In a planted tank, you may never get a colony up and running because the plants hoover up all the nitrogen before the bacteria can get to it. Plants turn the nitrogen into more plant. The amount of nitrogen they're going to pull out of the tank is directly related to the amount of new plant in the tank. Slow growing lowlight plants may not be sufficient for a true 'silent cycle'. You need to find something fast growing in there to go that route. You want to get a healthy tank of plants underway (established) and then start slowly adding fish: there should never be much detectable ammonia in the tank.

Here's a link to a FAQ about Toronto water: its hard. Your pH is probably fairly high, which means your pH probably hasn't crashed, but the ammonia is in a more toxic state and is worse for the fish.
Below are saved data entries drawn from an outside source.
import { z } from 'zod';

/** GET /api/refrigerants: what the trade needs to know about each refrigerant Tandem computes. */
export interface RefrigerantSummary {
  /** Trade spelling, e.g. "R-410A". */
  id: string;
  kind: string;
  /** ANSI/ASHRAE Standard 34 safety group (A1, A2L…). */
  safetyClass: string;
  /** 100-year GWP, IPCC AR4 basis. */
  gwp: number;
  oil: 'mineral' | 'poe';
  zeotropic: boolean;
  /** Dew minus bubble point at the reference dew point below, °F (0 for a pure refrigerant). */
  glideF: number;
  /** The saturated temperature the glide is quoted at, °F (a typical evaporator). */
  glideAtDewF: number;
  /** Temperatures the saturation functions answer for, °F, and the critical point. */
  validRange: { minF: number; maxF: number; criticalF: number; criticalPsia: number };
}

export interface RefrigerantsResponse {
  items: RefrigerantSummary[];
}

/** GET /api/refrigerants/:id/saturation answers (contract, DESIGN.md §5). */
export type SaturationAtPressure = { refrigerant: string; psig: number; bubbleF: number; dewF: number };
export type SaturationAtTemperature = { refrigerant: string; tempF: number; bubblePsig: number; dewPsig: number };

/** The :id path segment: any spelling the trade uses ("R-410A", "R410A", "410a"). */
export const RefrigerantParamSchema = z.object({ id: z.string().trim().min(1).max(40) });
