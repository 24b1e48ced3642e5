import type { ImportKind } from './equipment';

/** Import shapes shared by the server's responses and the app (DESIGN.md §5, contract). */

export type ImportStatus = 'preview' | 'committed' | 'reverted';

export interface ImportRowError {
  /** 1-based line in the file (the header is line 1). */
  row: number;
  column: string;
  value: string;
  message: string;
}

export interface ImportCounts {
  rows: number;
  inserted: number;
  updated: number;
  unchanged: number;
  rejected: number;
  unmatched: number;
}

/** An import as /api/imports returns it. */
export interface ImportView {
  id: number;
  kind: ImportKind;
  status: ImportStatus;
  fileName: string;
  distributor?: string;
  /** Name of the admin who uploaded it (history only). */
  uploadedBy?: string;
  createdAt: string;
  counts: ImportCounts;
  errors: ImportRowError[];
}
Toronto uses chloramines, which may partially explain the ammonia readings are coming from in your tapwater. Are you testing the water straight out of the tap? Before its conditioned (not sure if that makes a difference)? I'd take a sample down to a fish store and get them to confirm. Seems high for drinking water. Make sure you're dechlorinator handles chloramines. If it doesn't, that could explain the stall.

Plenty of water changes.
 
Last edited:

Roan Art

AC Members
Oct 7, 2005
5,387
0
0
63
Northern VA
bowheads.org
carpguy said:
link to a FAQ about Toronto water: its hard. Your pH is probably fairly high, which means your pH probably hasn't crashed, but the ammonia is in a more toxic state and is worse for the fish.
Just a note: a high pH does not signal hard water. Mine is 7.4 out of the tap, but KH is only 1-2. KH is consumed via natural processes and if it hits 0, there is nothing left for the establishing biofilter and they will either totally stall -- unable to reproduce rapidly enough to increase -- or die.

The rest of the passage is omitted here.